= What is required =
The word "listRuns" marks the lines to copy; find all of them in the entries below.

= Supplied material =
"use server";

import { revalidatePath } from "next/cache";
import { redirect } from "next/navigation";
import { actionId, runAction, type FormState } from "@/lib/actions";
import { authorize } from "@/lib/auth/session";
import { signOffRun } from "@/lib/dal/runs";
import { runSignOffSchema } from "@/lib/vault-validation";

const text = (fd: FormData, name: string) => {
  const v = fd.get(name);
  return typeof v === "string" ? v : "";
};

/**
 * The run page's form: `identity`, one `offset` per work offset and one `tool` per tool ticked, `dryRun`, `quantity`,
 * `password`, `sha256`, and `shown.<code>` (when the value shown for that offset was recorded, blank when none was).
 */
function signOffInput(fd: FormData) {
  const shown: { code: string; setAt: string | null }[] = [];
  for (const [key, value] of fd.entries()) {
    if (key.startsWith("shown.") && typeof value === "string") shown.push({ code: key.slice(6), setAt: value || null });
  }
  const all = (name: string) => fd.getAll(name).filter((v): v is string => typeof v === "string");
  return runSignOffSchema.parse({
    password: text(fd, "password"),
    sha256: text(fd, "sha256"),
    identity: text(fd, "identity") === "on",
    offsets: all("offset"),
    tools: all("tool"),
    dryRun: text(fd, "dryRun") === "on",
    quantity: text(fd, "quantity"),
    shown,
  });
}

/** An operator or a lead signs off a run of a released revision; then the run page shows what was recorded. */
export async function signOffRunAction(rawId: unknown, _prev: FormState, fd: FormData): Promise<FormState> {
  let signed: { revisionId: number; runId: number } | null = null;
  const state = await runAction(fd, async () => {
    await authorize("signOffRuns");
    const revisionId = actionId(rawId);
    const run = await signOffRun(revisionId, signOffInput(fd));
    signed = { revisionId, runId: run.id };
    revalidatePath("/runs");
    revalidatePath(`/programs/${run.program.id}`);
    revalidatePath("/");
    return { status: 200 };
  });
  if (state.status !== 200 || !signed) return state;
  const { revisionId, runId } = signed as { revisionId: number; runId: number };
  redirect(`/revisions/${revisionId}/run?signed=${runId}`);
}
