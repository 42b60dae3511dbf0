"use client";

import { RouteError } from "@/components/ui/route-error";

export default function RunsError({ reset }: { error: Error & { digest?: string }; reset: () => void }) {
  return <RouteError what="The record of runs" reset={reset} />;
}
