/** Every route handler and server action of the app, against every caller. */
const CASES: Case[] = [
  { name: "GET /api/health", expect: PUBLIC, run: () => http(healthRoute.GET()) },
  { name: "GET /api/session", expect: SIGNED_IN, run: () => http(sessionRoute.GET(jsonRequest("GET"), undefined)) },
  {
    name: "POST /api/session",
    expect: PUBLIC, // sign-in itself: everyone may try; a fresh account's right password answers 200
    run: async () => {
      const u = await makeUser("operator");
      return http(sessionRoute.POST(jsonRequest("POST", { email: u.email, password: u.password }), undefined));
    },
  },
  { name: "DELETE /api/session", expect: SIGNED_IN, run: () => http(sessionRoute.DELETE(jsonRequest("DELETE"), undefined)) },
  { name: "GET /api/machines", expect: SIGNED_IN, run: () => http(machinesRoute.GET(jsonRequest("GET"), undefined)) },
  {
    name: "POST /api/machines",
    expect: ADMIN_ONLY,
    run: () => http(machinesRoute.POST(jsonRequest("POST", machineFields()), undefined)),
  },
  {
    name: "GET /api/machines/[id]",
    expect: SIGNED_IN,
    run: (c) => http(machineRoute.GET(jsonRequest("GET"), params({ id: String(c.machineId) }))),
  },
  {
    name: "PUT /api/machines/[id]",
    expect: ADMIN_ONLY,
    run: (c) => http(machineRoute.PUT(jsonRequest("PUT", machineFields()), params({ id: String(c.machineId) }))),
  },
  { name: "GET /api/users", expect: ADMIN_ONLY, run: () => http(usersRoute.GET(jsonRequest("GET"), undefined)) },
  {
    name: "POST /api/users",
    expect: ADMIN_ONLY,
    run: () =>
      http(
        usersRoute.POST(
          jsonRequest("POST", { email: `new-${Math.random().toString(36).slice(2)}@it.cyclegate.test`, displayName: "New", role: "operator", password: "a-long-enough-password" }),
          undefined,
        ),
      ),
  },
  {
    name: "GET /api/users/[id]",
    expect: ADMIN_ONLY,
    run: (c) => http(userRoute.GET(jsonRequest("GET"), params({ id: String(c.targetUserId) }))),
  },
  {
    name: "PATCH /api/users/[id]",
    expect: ADMIN_ONLY,
    run: (c) => http(userRoute.PATCH(jsonRequest("PATCH", { displayName: "Renamed target" }), params({ id: String(c.targetUserId) }))),
  },
  { name: "GET /api/parts", expect: SIGNED_IN, run: () => http(partsRoute.GET(jsonRequest("GET", undefined, "http://localhost/api/parts?q=a"), undefined)) },
  {
    name: "POST /api/parts",
    expect: PROGRAMMER_ONLY,
    run: () => http(partsRoute.POST(jsonRequest("POST", { number: `RM-${Math.random().toString(36).slice(2, 10)}`, name: "Matrix part" }), undefined)),
  },
  { name: "GET /api/programs", expect: SIGNED_IN, run: () => http(programsRoute.GET(jsonRequest("GET", undefined, "http://localhost/api/programs?status=draft&sort=title"), undefined)) },
  {
    name: "POST /api/programs",
    expect: PROGRAMMER_ONLY,
    run: async (c) => {
      const partRes = await partsRoute.POST(jsonRequest("POST", { number: `RP-${Math.random().toString(36).slice(2, 10)}`, name: "p" }), undefined);
      const partId = partRes.status === 201 ? ((await partRes.json()) as { part: { id: number } }).part.id : 1;
      return http(
        programsRoute.POST(
          jsonRequest("POST", { programNumber: `O${Math.floor(Math.random() * 1e6)}`, title: "Matrix program", partId, machineId: c.machineId }),
          undefined,
        ),
      );
    },
  },
  { name: "GET /api/programs/[id]", expect: SIGNED_IN, run: (c) => http(programRoute.GET(jsonRequest("GET"), rev(c.programId))) },
  { name: "PATCH /api/programs/[id]", expect: PROGRAMMER_ONLY, run: (c) => http(programRoute.PATCH(jsonRequest("PATCH", { title: "Renamed" }), rev(c.programId))) },
  { name: "GET /api/programs/[id]/events", expect: SIGNED_IN, run: (c) => http(programEventsRoute.GET(jsonRequest("GET"), rev(c.programId))) },
  {
    name: "POST /api/programs/[id]/revisions",
    expect: PROGRAMMER_ONLY,
    run: (c) => http(programRevisionsRoute.POST(textUpload(`http://localhost/api/programs/${c.programId}/revisions`), rev(c.programId))),
  },
  {
    name: "POST /api/revisions",
    expect: PROGRAMMER_ONLY,
    run: (c) => http(pushRoute.POST(textUpload(`http://localhost/api/revisions?program=O4242&machine=${c.machineId}&part=RM-PUSH`), undefined)),
  },
  { name: "GET /api/revisions/[id]", expect: SIGNED_IN, run: (c) => http(revisionRoute.GET(jsonRequest("GET"), rev(c.revisionId))) },
  { name: "DELETE /api/revisions/[id]", expect: UPLOADER_OR_ADMIN, run: async (c) => http(revisionRoute.DELETE(jsonRequest("DELETE"), rev(await freshRevision(c, "draft")))) },
  { name: "GET /api/revisions/[id]/file", expect: SIGNED_IN, run: (c) => http(revisionFileRoute.GET(jsonRequest("GET"), rev(c.revisionId))) },
  { name: "GET /api/revisions/[id]/toolpath", expect: SIGNED_IN, run: (c) => http(revisionToolpathRoute.GET(jsonRequest("GET"), rev(c.revisionId))) },
  { name: "POST /api/revisions/[id]/submit", expect: PROGRAMMER_ONLY, run: async (c) => http(submitRoute.POST(jsonRequest("POST", { comment: "" }), rev(await freshRevision(c, "draft")))) },
  {
    name: "POST /api/revisions/[id]/release",
    expect: LEAD_ONLY,
    run: async (c) =>
      http(releaseRoute.POST(jsonRequest("POST", { password: c.me?.password ?? TEST_PASSWORD, comment: "matrix" }), rev(await freshRevision(c, "submitted", false)))),
  },
  { name: "POST /api/revisions/[id]/reject", expect: LEAD_ONLY, run: async (c) => http(rejectRoute.POST(jsonRequest("POST", { comment: "matrix" }), rev(await freshRevision(c, "submitted", false)))) },
  {
    name: "GET /api/revisions/[id]/compare/[other]",
    expect: SIGNED_IN,
    run: (c) => http(compareRoute.GET(jsonRequest("GET"), params({ id: String(c.revisionId), other: String(c.otherRevisionId) }))),
  },
  { name: "GET /api/tokens", expect: PROGRAMMER_ONLY, run: () => http(tokensRoute.GET(jsonRequest("GET"), undefined)) },
  { name: "POST /api/tokens", expect: PROGRAMMER_ONLY, run: () => http(tokensRoute.POST(jsonRequest("POST", { name: "matrix" }), undefined)) },
  {
    name: "DELETE /api/tokens/[id]",
    expect: PROGRAMMER_ONLY,
    run: async () => {
      const created = await tokensRoute.POST(jsonRequest("POST", { name: "to revoke" }), undefined);
      const id = created.status === 201 ? ((await created.json()) as { token: { id: number } }).token.id : 1;
      return http(tokenRoute.DELETE(jsonRequest("DELETE"), rev(id)));
    },
  },
  { name: "GET /api/outbox", expect: ADMIN_ONLY, run: () => http(outboxRoute.GET(jsonRequest("GET", undefined, "http://localhost/api/outbox?state=sent"), undefined)) },
  { name: "GET /api/machines/[id]/work-offsets", expect: SIGNED_IN, run: (c) => http(workOffsetsRoute.GET(jsonRequest("GET"), rev(c.machineId))) },
  {
    name: "PUT /api/machines/[id]/work-offsets",
    expect: AT_THE_MACHINE,
    run: (c) => http(workOffsetsRoute.PUT(jsonRequest("PUT", { code: "G55", x: -100.5, y: -50, z: -200 }), rev(c.machineId))),
  },
  {
    name: "DELETE /api/machines/[id]/work-offsets",
    expect: AT_THE_MACHINE,
    run: async (c) => {
      const { setFixtureOffset } = await import("./vault-helpers");
      await setFixtureOffset(c.machineId, "G59");
      return http(workOffsetsRoute.DELETE(jsonRequest("DELETE", undefined, "http://localhost/api?code=G59"), rev(c.machineId)));
    },
  },
  { name: "GET /api/runs", expect: SIGNED_IN, run: () => http(runsRoute.GET(jsonRequest("GET", undefined, "http://localhost/api/runs?page=1&from=2020-01-01"), undefined)) },
  {
    name: "POST /api/revisions/[id]/runs",
    expect: SIGNS_OFF_RUNS,
    run: (c) =>
      http(
        signOffRoute.POST(
          jsonRequest("POST", { password: c.me?.password ?? TEST_PASSWORD, sha256: c.released.sha256, identity: true, dryRun: true, quantity: 2 }),
          rev(c.released.id),
        ),
      ),
  },
  { name: "GET /api/audit", expect: LEAD_AND_ADMIN, run: () => http(auditRoute.GET(jsonRequest("GET", undefined, "http://localhost/api/audit?page=1"), undefined)) },

  {
    name: "action sign-in#signInAction",
    expect: PUBLIC,
    run: async () => {
      const u = await makeUser("operator");
      return actionStatus(() => signInActions.signInAction(initialFormState, formData({ email: u.email, password: u.password })));
    },
  },
  { name: "action shell#signOutAction", expect: PUBLIC, run: () => actionStatus(() => shellActions.signOutAction()) },
  {
    name: "action machines#createMachineAction",
    expect: ADMIN_ONLY,
    run: () => actionStatus(() => machineActions.createMachineAction(initialFormState, formData(machineFields()))),
  },
  {
    name: "action machines#updateMachineAction",
    expect: ADMIN_ONLY,
    run: (c) => actionStatus(() => machineActions.updateMachineAction(c.machineId, initialFormState, formData(machineFields()))),
  },
  {
    name: "action users#createUserAction",
    expect: ADMIN_ONLY,
    run: () =>
      actionStatus(() =>
        userActions.createUserAction(
          initialFormState,
          formData({ email: `f-${Math.random().toString(36).slice(2)}@it.cyclegate.test`, displayName: "Form user", role: "programmer", password: "a-long-enough-password" }),
        ),
      ),
  },
  {
    name: "action users#updateUserAction",
    expect: ADMIN_ONLY,
    run: (c) => actionStatus(() => userActions.updateUserAction(c.targetUserId, initialFormState, formData({ displayName: "Target", role: "operator" }))),
  },
  {
    name: "action users#setUserDisabledAction",
    expect: ADMIN_ONLY,
    run: (c) => actionStatus(() => userActions.setUserDisabledAction(c.targetUserId, initialFormState, formData({ disabled: "false" }))),
  },
  {
    name: "action users#resetPasswordAction",
    expect: ADMIN_ONLY,
    run: (c) =>
      actionStatus(() =>
        userActions.resetPasswordAction(c.targetUserId, initialFormState, formData({ password: "another-long-pass", confirmPassword: "another-long-pass" })),
      ),
  },
  {
    name: "action account#changePasswordAction",
    expect: SIGNED_IN,
    run: (c) =>
      actionStatus(() =>
        accountActions.changePasswordAction(
          initialFormState,
          formData({ currentPassword: c.me?.password ?? TEST_PASSWORD, newPassword: "a-brand-new-password", confirmPassword: "a-brand-new-password" }),
        ),
      ),
  },

  // The vault pages' server actions.
  {
    name: "action programs#createPartAction",
    expect: PROGRAMMER_ONLY,
    run: () => actionStatus(() => programActions.createPartAction(initialFormState, formData({ number: `PG-${Math.random().toString(36).slice(2, 10)}`, name: "Page part" }))),
  },
  {
    name: "action programs#createProgramAction",
    expect: PROGRAMMER_ONLY,
    run: async (c) => {
      const partId = await insertPartRow();
      return actionStatus(() =>
        programActions.createProgramAction(
          initialFormState,
          formData({ programNumber: `O${Math.floor(Math.random() * 1e6)}`, title: "Page program", partId, machineId: c.machineId, partsPerCycle: 1 }),
        ),
      );
    },
  },
  {
    name: "action programs#updateProgramAction",
    expect: PROGRAMMER_ONLY,
    run: (c) =>
      actionStatus(() => programActions.updateProgramAction(c.programId, initialFormState, formData({ title: "Renamed on the page", operation: "", machineId: c.machineId, partsPerCycle: 1, safeZ: "" }))),
  },
  {
    name: "action revisions#submitRevisionAction",
    expect: PROGRAMMER_ONLY,
    run: async (c) => actionStatus(async () => revisionActions.submitRevisionAction(await freshRevision(c, "draft"), initialFormState, formData({ comment: "ready" }))),
  },
  {
    name: "action revisions#releaseRevisionAction",
    expect: LEAD_ONLY,
    run: async (c) =>
      actionStatus(async () =>
        revisionActions.releaseRevisionAction(await freshRevision(c, "submitted", false), initialFormState, formData({ password: c.me?.password ?? TEST_PASSWORD, comment: "matrix" })),
      ),
  },
  {
    name: "action revisions#rejectRevisionAction",
    expect: LEAD_ONLY,
    run: async (c) => actionStatus(async () => revisionActions.rejectRevisionAction(await freshRevision(c, "submitted", false), initialFormState, formData({ rejectComment: "matrix" }))),
  },
  {
    name: "action revisions#deleteDraftAction",
    expect: UPLOADER_OR_ADMIN,
    run: async (c) => actionStatus(async () => revisionActions.deleteDraftAction(await freshRevision(c, "draft"), initialFormState, formData({ confirm: true }))),
  },
  {
    name: "action machines#setWorkOffsetAction",
    expect: AT_THE_MACHINE,
    run: (c) => actionStatus(() => machinePageActions.setWorkOffsetAction(c.machineId, initialFormState, formData({ code: "G56", x: "-120.5", y: "-60", z: "-210" }))),
  },
  {
    name: "action machines#clearWorkOffsetAction",
    expect: AT_THE_MACHINE,
    run: async (c) => {
      const { setFixtureOffset } = await import("./vault-helpers");
      await setFixtureOffset(c.machineId, "G58");
      return actionStatus(() => machinePageActions.clearWorkOffsetAction(c.machineId, initialFormState, formData({ code: "G58" })));
    },
  },
  {
    name: "action runs#signOffRunAction",
    expect: SIGNS_OFF_RUNS,
    run: (c) =>
      actionStatus(() =>
        runActions.signOffRunAction(
          c.released.id,
          initialFormState,
          formData({ password: c.me?.password ?? TEST_PASSWORD, sha256: c.released.sha256, identity: true, dryRun: true }),
        ),
      ),
  },
  {
    name: "action account#createTokenAction",
    expect: PROGRAMMER_ONLY,
    run: () => actionStatus(() => accountActions.createTokenAction(initialFormState, formData({ name: "matrix page token" }))),
  },
  {
    name: "action account#revokeTokenAction",
    expect: PROGRAMMER_ONLY,
    run: async () => {
      const created = await tokensRoute.POST(jsonRequest("POST", { name: "page revoke" }), undefined);
      const id = created.status === 201 ? ((await created.json()) as { token: { id: number } }).token.id : 1;
      return actionStatus(() => accountActions.revokeTokenAction(id, initialFormState, formData({})));
    },
  },
];
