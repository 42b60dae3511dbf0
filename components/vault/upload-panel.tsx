"use client";

import Link from "next/link";
import { useRouter } from "next/navigation";
import { useCallback, useEffect, useRef, useState } from "react";
import { useDropzone } from "react-dropzone";
import type { MachineProfile } from "@/lib/gcode/types";
import { connectionRefusal, describeUploadRefusal, type UploadRefusal } from "@/lib/upload-messages";
import type { BrowserSummary, CheckMessage, CheckRequest } from "./check-messages";
import { formatBytes, formatDuration, plural } from "./format";
import { isSettled, useRevisionState } from "./revision-query";
import { AnalysisBadge } from "./status-badge";

interface UploadTarget {
  programId: number;
  machine: MachineProfile;
  safeZ: number | null;
  partsPerCycle: number;
  /** The server's upload limit, bytes. */
  maxBytes: number;
}

type Check =
  | { state: "running" }
  | { state: "done"; summary: BrowserSummary }
  | { state: "refused"; reason: string }
  | { state: "failed"; reason: string };

type Send =
  | { state: "waiting" }
  | { state: "sending"; loaded: number; total: number }
  | { state: "stored"; revisionId: number; number: number; sha256: string }
  | { state: "refused"; refusal: UploadRefusal }
  | { state: "cancelled"; why: string };

interface Job {
  key: number;
  name: string;
  size: number;
  sha256: string | null;
  hashVia: "web-crypto" | "script" | null;
  check: Check;
  send: Send;
}

const capitalise = (s: string) => s.charAt(0).toUpperCase() + s.slice(1);
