import type { Metadata } from "next";
import Link from "next/link";
import { EmptyState } from "@/components/ui/empty-state";
import { RunFilters } from "@/components/runs/run-filters";
import { IgnoredFilters } from "@/components/ui/filter-fields";
import { RunTable } from "@/components/runs/run-table";
import { plural } from "@/components/vault/format";
import { requirePagePermission } from "@/lib/auth/page-guard";
import { listMachines } from "@/lib/dal/machines";
import { listRunOperators, listRuns } from "@/lib/dal/runs";
import { getProgram } from "@/lib/dal/programs";
import { parseSearch, type SearchParams } from "@/lib/search-params";
import { RUN_PAGE_SIZE, runListSchema } from "@/lib/vault-validation";

export const metadata: Metadata = { title: "Runs" };

const FILTERS = ["machine", "program", "programId", "operator", "from", "to"] as const;

/** The record of what ran: every run signed off at the machines, newest first, filtered in the address. */
export default async function RunsPage({ searchParams }: { searchParams: Promise<SearchParams> }) {
  await requirePagePermission("readRuns");
  const { query, ignored } = parseSearch(runListSchema, await searchParams);
  const [list, machines, operators, program] = await Promise.all([
    listRuns(query),
    listMachines(),
    listRunOperators(),
    query.programId ? getProgram(query.programId) : null,
  ]);
  const filtered = FILTERS.some((k) => query[k] !== undefined);
  const pages = Math.max(1, Math.ceil(list.total / list.pageSize));
  const pageLink = (page: number) => {
    const q = new URLSearchParams();
    for (const k of FILTERS) if (query[k] !== undefined) q.set(k, String(query[k]));
    if (query.pageSize !== RUN_PAGE_SIZE) q.set("pageSize", String(query.pageSize));
    q.set("page", String(page));
    return `/runs?${q.toString()}`;
  };
  return (
    <div className="space-y-4">
      <div>
        <h1 className="text-2xl font-semibold">Runs</h1>
        <p className="text-sm text-ink-soft">
          Every run signed off at the machines before cycle start: who checked which revision, with which work offset values and tools. The record
          is append-only.
        </p>
      </div>
      <RunFilters query={query} machines={machines.map((m) => ({ id: m.id, name: m.name }))} operators={operators} />
      {program && (
        <p className="text-sm">
          Only program{" "}
          <Link href={`/programs/${program.id}`} className="font-semibold text-brand hover:underline">
            {program.programNumber}
          </Link>{" "}
          ({program.title}, {program.machine.name}).{" "}
          <Link href="/runs" className="text-brand hover:underline">
            All programs
          </Link>
        </p>
      )}
      <IgnoredFilters ignored={ignored} />
      <p className="text-sm text-ink-soft" role="status" data-testid="runs-count">
        {plural(list.total, "run")}
        {filtered ? " match the filters" : ""}
        {pages > 1 && ` · page ${list.page} of ${pages}`}
      </p>
      {list.runs.length === 0 ? (
        filtered ? (
          <EmptyState title="No run matches these filters.">
            <Link href="/runs" className="text-brand hover:underline">
              Clear the filters
            </Link>
          </EmptyState>
        ) : (
          <EmptyState title="No run is signed off yet.">An operator signs off each run on the released revision&apos;s check page before cycle start.</EmptyState>
        )
      ) : (
        <RunTable runs={list.runs} />
      )}
      {pages > 1 && (
        <nav aria-label="Pages" className="flex gap-2 text-sm">
          {list.page > 1 && (
            <Link href={pageLink(list.page - 1)} className="rounded-md border border-rule bg-panel px-3 py-2">
              Newer
            </Link>
          )}
          {list.page < pages && (
            <Link href={pageLink(list.page + 1)} className="rounded-md border border-rule bg-panel px-3 py-2">
              Older
            </Link>
          )}
        </nav>
      )}
    </div>
  );
}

= Solution to the problem =
import { listRunOperators, listRuns } from "@/lib/dal/runs";
    listRuns(query),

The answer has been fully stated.